DIRECTIONS FOR THIS TASK -
From the line containing "intended use |" down to the line containing "model's spec nor" in the records below, reproduce every line exactly, ends included, and omit all others.

Stored items:
· · · · · · ·

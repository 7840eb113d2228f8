package report

import (
	"bytes"
	"regexp"
	"strings"
	"testing"

	"github.com/riskaudit/riskaudit/model"
	"github.com/riskaudit/riskaudit/validate"
)

// provenanceAudit is a small audit whose provenance and purpose the
// tests set.
func provenanceAudit(t *testing.T, pv validate.Provenance, purpose *validate.Purpose) *validate.Audit {
	t.Helper()
	perf, err := validate.Assess([]float64{0, 1, 0, 1, 1, 0, 0, 1}, []float64{0.1, 0.8, 0.3, 0.6, 0.9, 0.2, 0.4, 0.5}, validate.Options{})
	if err != nil {
		t.Fatal(err)
	}
	return validate.NewAudit(validate.ModelInfo{Name: "m", Source: "frozen model", Spec: "m.yaml", Outcome: "y", Event: "1", Purpose: purpose}, pv, perf, nil, "")
}

// render writes the report with every run of spaces made one, so that
// the tests do not depend on the tables' padding.
func render(t *testing.T, a *validate.Audit) string {
	t.Helper()
	var b bytes.Buffer
	if err := Write(&b, a, nil); err != nil {
		t.Fatal(err)
	}
	return spaces.ReplaceAllString(b.String(), " ")
}

var spaces = regexp.MustCompile(` {2,}`)

// TestPurposeSection: the stated purpose heads the report, each field
// with where it came from; the fields nobody stated are named in a
// note, and a report without any purpose says so in bold.
func TestPurposeSection(t *testing.T) {
	spec := model.Purpose{IntendedUse: "review before surgery", Setting: "clinics", PredictionHorizon: "30 days"}
	plan := model.Purpose{Setting: "day units"}
	for _, c := range []struct {
		name       string
		purpose    *validate.Purpose
		want, not  []string
		beforeVerd bool
	}{
		{"spec and plan", validate.NewPurpose(spec, plan),
			[]string{"## Stated purpose", "| intended use | review before surgery | the model's spec", "day units", "the audit plan (in place of the spec's: clinics)",
				"Note: the target population and outcome definition are not stated"}, []string{"neither the model's spec"}, true},
		{"nothing stated", validate.NewPurpose(model.Purpose{}, model.Purpose{}),
			[]string{"**Note: neither the model's spec nor the audit plan states the model's purpose** (intended use, target population, setting, outcome definition and prediction horizon)"}, []string{"| intended use"}, true},
		{"all stated", validate.NewPurpose(model.Purpose{IntendedUse: "a", TargetPopulation: "b", Setting: "c", OutcomeDefinition: "d", PredictionHorizon: "e"}, model.Purpose{}),
			[]string{"| prediction horizon | e |"}, []string{"are not stated in the model", "**not stated**"}, true},
	} {
		t.Run(c.name, func(t *testing.T) {
			md := render(t, provenanceAudit(t, validate.Provenance{AuditDate: "2026-01-31", AuditDateSource: validate.DateToday}, c.purpose))
			for _, w := range c.want {
				if !strings.Contains(md, w) {
					t.Errorf("report lacks %q", w)
				}
			}
			for _, w := range c.not {
				if strings.Contains(md, w) {
					t.Errorf("report has %q", w)
				}
			}
			if c.beforeVerd && strings.Index(md, "## Stated purpose") > strings.Index(md, "## Summary") {
				t.Error("the stated purpose must come before the summary")
			}
		})
	}
}

// TestAuditDateSources: the header and the provenance give the audit
// date and where it came from, for every source.
func TestAuditDateSources(t *testing.T) {
	for source, words := range map[string]string{
		validate.DateFromFlag:   "given by --audit-date",
		validate.DateFromPlan:   "from the audit plan",
		validate.DateToday:      "the day the audit was run",
		validate.DateFromConfig: "set by the program that ran the audit",
	} {
		md := render(t, provenanceAudit(t, validate.Provenance{AuditDate: "2026-02-28", AuditDateSource: source}, nil))
		want := "Audit date 2026-02-28 (" + words + ")."
		if strings.Count(md, want) != 2 {
			t.Errorf("%s: %q should appear in the header and the provenance:\n%s", source, want, md[:400])
		}
	}
}

// TestProvenancePlanRenamesFittedModel: the plan is an input row with
// its name and SHA-256, every rename is listed with where it came from
// and what it applied to, and the model fitted inside the audit is
// named with its hash.
func TestProvenancePlanRenamesFittedModel(t *testing.T) {
	pv := validate.Provenance{AuditDate: "2026-02-28", AuditDateSource: validate.DateFromPlan,
		Plan:    &validate.PlanFile{Path: "monthly.yaml", Name: "monthly", SHA256: "c0ffee"},
		Renames: []validate.Rename{{From: "age_years", To: "age", Source: "plan", AppliedTo: []string{"cohort", "development"}}, {From: "x", To: "y", Source: "flag", AppliedTo: []string{}}}}
	a := provenanceAudit(t, pv, nil)
	a.Model.FittedModel = &validate.OutputFile{Path: "out/fitted_model.yaml", SHA256: "beef"}
	md := render(t, a)
	for _, w := range []string{"| audit plan | `monthly.yaml` (monthly) | `c0ffee` |", "| `age_years` | `age` | the audit plan | cohort, development |",
		"| `x` | `y` | --rename | no file had this column |", "written beside this report as `out/fitted_model.yaml` (SHA-256 `beef`)"} {
		if !strings.Contains(md, w) {
			t.Errorf("report lacks %q", w)
		}
	}
	md = render(t, provenanceAudit(t, validate.Provenance{AuditDate: "2026-02-28", AuditDateSource: validate.DateToday}, nil))
	if !strings.Contains(md, "Column renames: none.") || strings.Contains(md, "| audit plan") {
		t.Error("without a plan or renames the report should list neither")
	}
}

// TestTripodAppendix: the appendix follows the caution, and what it
// says the report covers follows the analyses that ran.
func TestTripodAppendix(t *testing.T) {
	a := provenanceAudit(t, validate.Provenance{AuditDate: "2026-02-28", AuditDateSource: validate.DateToday}, validate.NewPurpose(model.Purpose{}, model.Purpose{}))
	md := render(t, a)
	if i, j := strings.Index(md, "## Caution"), strings.Index(md, "## Appendix: reporting checklist (TRIPOD+AI)"); j < 0 || j < i {
		t.Fatalf("the appendix must follow the caution (%d, %d)", i, j)
	}
	row := func(md, item string) string {
		for _, line := range strings.Split(md, "\n") {
			if strings.HasPrefix(line, "| "+item+" ") {
				return line
			}
		}
		t.Fatalf("no row for item %s", item)
		return ""
	}
	if r := row(md, "24"); !strings.Contains(r, "none was done in this audit") {
		t.Errorf("without updating, item 24: %s", r)
	}
	if r := row(md, "6b"); !strings.Contains(r, "| —") || !strings.Contains(r, "eligibility criteria of the cohort") {
		t.Errorf("item 6b is the team's alone: %s", r)
	}
	if r := row(md, "3b"); !strings.Contains(r, "the target population, intended use and setting (a `purpose` section") {
		t.Errorf("item 3b without a purpose: %s", r)
	}
	a.Update = &validate.Update{Chosen: "recalibration in the large"}
	a.Subgroups = []validate.Subgroup{{Column: "sex", Level: "F"}}
	a.Model.Purpose = validate.NewPurpose(model.Purpose{TargetPopulation: "adults", IntendedUse: "review", Setting: "clinics"}, model.Purpose{})
	md = render(t, a)
	if r := row(md, "24"); !strings.Contains(r, "Model updating") {
		t.Errorf("with updating, item 24: %s", r)
	}
	if r := row(md, "23a"); !strings.Contains(r, "Subgroups | —") {
		t.Errorf("with subgroups, item 23a is covered: %s", r)
	}
	if r := row(md, "3b"); !strings.Contains(r, "Stated purpose: target population, intended use, setting") || strings.Contains(r, "`purpose` section") {
		t.Errorf("item 3b with a purpose: %s", r)
	}
	a.Model.Source, a.Model.Column = "predicted risks", "risk"
	if r := row(render(t, a), "12g"); !strings.Contains(r, "how the risks in that column were computed") {
		t.Errorf("for a column of risks, item 12g: %s", r)
	}
	if !strings.Contains(md, "Covered by this report: ") || !strings.Contains(md, "For the team alone: ") {
		t.Error("the appendix should end with the items by who supplies them")
	}
}
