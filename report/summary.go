package report

import (
	"fmt"
	"io"
	"path/filepath"
	"strings"

	"github.com/riskaudit/riskaudit/validate"
)

// WriteSummary writes the plain-text summary of an audit that the audit
// command prints on stdout: the cohort, each headline measure with its
// 95% interval, the development data's figures, the verdict, and the
// files written to dir (nfig figures). A value or interval that does not
// exist reads "not estimable", with the reason where there is one, as in
// the report.
func WriteSummary(w io.Writer, a *validate.Audit, dir string, nfig int) error {
	ew := &errWriter{w: w}
	p := func(format string, args ...any) { fmt.Fprintf(ew, format, args...) }
	d, c, ov := a.Discrimination, a.Calibration, a.Overall
	cohortFile := ""
	for _, in := range a.Provenance.Inputs {
		if in.Role == "cohort" {
			cohortFile = in.FileText()
		}
	}
	p("Audit of %s on %s\n", a.Model.Name, cohortFile)
	if co := a.Model.CohortOutcome; co != nil {
		p("  outcome     read from column %s, event %s (the model's: %s = %s)\n", co.Column, co.Event, co.ModelColumn, co.ModelEvent)
	}
	p("  patients    %d used of %d, %d %s (%s)\n", a.Cohort.Used, a.Cohort.Rows, a.Cohort.Events, plural(a.Cohort.Events, "event", "events"), pct(a.Cohort.EventRate))
	p("  AUC         %s\n", withCI(d.AUC, d.CI, a.AUCCIReason()))
	p("  O/E         %s\n", withCI(c.OE, c.OECI, ""))
	p("  CITL        %s\n", withCI(c.CITL, c.CITLCI, ""))
	p("  slope       %s\n", withCI(c.Slope, c.SlopeCI, ""))
	p("  ICI         %s   E90 %s\n", f4(c.ICI), f4(c.E90))
	p("  Brier       %s   scaled %s\n", f4(ov.Brier), f3(ov.ScaledBrier))
	if a.Development != nil {
		ap := a.Development.Apparent
		p("  development AUC %s, O/E %s, slope %s\n", f3(ap.AUC), f3(ap.OE), f3(ap.Slope))
	}
	if v := a.Verdict; v != nil {
		failed := 0
		for _, cr := range v.Criteria {
			if !cr.Passed {
				failed++
			}
		}
		p("  verdict     %s (%d of %d criteria not met%s)\n", v.Status, failed, len(v.Criteria), subgroupCounts(v, "; "))
	}
	if s := a.SampleSize; s != nil && s.Short != nil && *s.Short && s.Required != nil {
		p("  size        short: the %s criterion needs %d patients, %d analysed\n", s.Driver, *s.Required, s.Have)
	}
	for _, l := range overTimeLines(a.OverTime) {
		p("  %s\n", l)
	}
	if l := imputedLine(a.Imputation); l != "" {
		p("  %s\n", l)
	}
	if co := a.Cohort; co.Excluded > 0 && co.Rows > 0 {
		p("  missing     %d of %d rows (%.1f%%) left out: complete cases only\n", co.Excluded, co.Rows, 100*float64(co.Excluded)/float64(co.Rows))
	}
	p("Wrote %s, %s, %s and %d figures\n", filepath.Join(dir, "report.md"), filepath.Join(dir, "report.html"), filepath.Join(dir, "audit.json"), nfig)
	if fm := a.Model.FittedModel; fm != nil {
		p("Wrote %s (the model fitted from the recipe %s)\n", fm.Path, a.Model.Spec)
	}
	if u := a.Update; u != nil && u.ModelFile != "" {
		p("Wrote %s (the model updated on this cohort: %s)\n", u.ModelFile, u.Chosen)
	}
	if in := a.Internal; in != nil && in.ShrunkenModel != "" {
		p("Wrote %s (the model shrunk by the bootstrap's uniform shrinkage factor)\n", in.ShrunkenModel)
	}
	return ew.err
}

// withCI writes a measure with three decimals and its 95% interval, or
// "not estimable" alone when the measure itself is not.
func withCI(v float64, ci [2]float64, why string) string {
	if !finite(v) {
		return num(v, "%.3f")
	}
	return fmt.Sprintf("%.3f (95%% CI %s)", v, Interval(ci, "%.3f", why))
}

// subgroupCounts says how many subgroup checks of the verdict were not
// met and how many subgroups were not judged, after sep; "" when no
// subgroup was checked.
func subgroupCounts(v *validate.Verdict, sep string) string {
	n := v.CountSubgroups()
	if n.Checks == 0 {
		return ""
	}
	s := n.String()
	if v.SubgroupCriteria == validate.SubgroupIgnore && n.Failed > 0 {
		s = strings.Replace(s, "not met", "not met (not counted)", 1)
	}
	return sep + s
}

· · · · · · ·

WRITTEN ANSWER -
			[]string{"## Stated purpose", "| intended use | review before surgery | the model's spec", "day units", "the audit plan (in place of the spec's: clinics)",
				"Note: the target population and outcome definition are not stated"}, []string{"neither the model's spec"}, true},
		{"nothing stated", validate.NewPurpose(model.Purpose{}, model.Purpose{}),
			[]string{"**Note: neither the model's spec nor the audit plan states the model's purpose** (intended use, target population, setting, outcome definition and prediction horizon)"}, []string{"| intended use"}, true},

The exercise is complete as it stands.